**Directions**
Only the lines from the beginning of the data below through the line that contains "p->down = rule == ADAPT_WEIGHTED ? 1 : down;" should be repeated, exactly as written.

........

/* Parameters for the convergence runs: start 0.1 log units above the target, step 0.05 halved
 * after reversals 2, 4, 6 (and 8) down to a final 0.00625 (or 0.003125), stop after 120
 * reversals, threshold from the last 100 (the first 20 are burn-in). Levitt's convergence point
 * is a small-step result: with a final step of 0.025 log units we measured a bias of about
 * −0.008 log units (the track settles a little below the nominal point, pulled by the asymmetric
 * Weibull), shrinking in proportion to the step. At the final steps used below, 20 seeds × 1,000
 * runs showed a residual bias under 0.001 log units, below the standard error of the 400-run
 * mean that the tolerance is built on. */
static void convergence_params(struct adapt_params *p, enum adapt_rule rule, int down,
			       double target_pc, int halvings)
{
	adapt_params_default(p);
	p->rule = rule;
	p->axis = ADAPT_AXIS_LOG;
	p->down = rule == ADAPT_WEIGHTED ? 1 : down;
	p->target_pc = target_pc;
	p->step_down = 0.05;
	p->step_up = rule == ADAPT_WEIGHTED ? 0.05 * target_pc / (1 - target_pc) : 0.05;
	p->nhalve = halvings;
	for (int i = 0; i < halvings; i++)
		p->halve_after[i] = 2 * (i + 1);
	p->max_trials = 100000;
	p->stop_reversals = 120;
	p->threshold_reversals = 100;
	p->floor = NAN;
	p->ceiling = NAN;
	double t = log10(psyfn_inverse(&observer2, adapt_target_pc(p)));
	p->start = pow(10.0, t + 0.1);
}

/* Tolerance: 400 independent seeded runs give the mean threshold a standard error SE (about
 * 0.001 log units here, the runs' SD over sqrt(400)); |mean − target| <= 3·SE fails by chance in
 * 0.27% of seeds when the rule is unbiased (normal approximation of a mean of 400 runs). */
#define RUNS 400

........

**Expected answer**
/* Parameters for the convergence runs: start 0.1 log units above the target, step 0.05 halved
 * after reversals 2, 4, 6 (and 8) down to a final 0.00625 (or 0.003125), stop after 120
 * reversals, threshold from the last 100 (the first 20 are burn-in). Levitt's convergence point
 * is a small-step result: with a final step of 0.025 log units we measured a bias of about
 * −0.008 log units (the track settles a little below the nominal point, pulled by the asymmetric
 * Weibull), shrinking in proportion to the step. At the final steps used below, 20 seeds × 1,000
 * runs showed a residual bias under 0.001 log units, below the standard error of the 400-run
 * mean that the tolerance is built on. */
static void convergence_params(struct adapt_params *p, enum adapt_rule rule, int down,
			       double target_pc, int halvings)
{
	adapt_params_default(p);
	p->rule = rule;
	p->axis = ADAPT_AXIS_LOG;
	p->down = rule == ADAPT_WEIGHTED ? 1 : down;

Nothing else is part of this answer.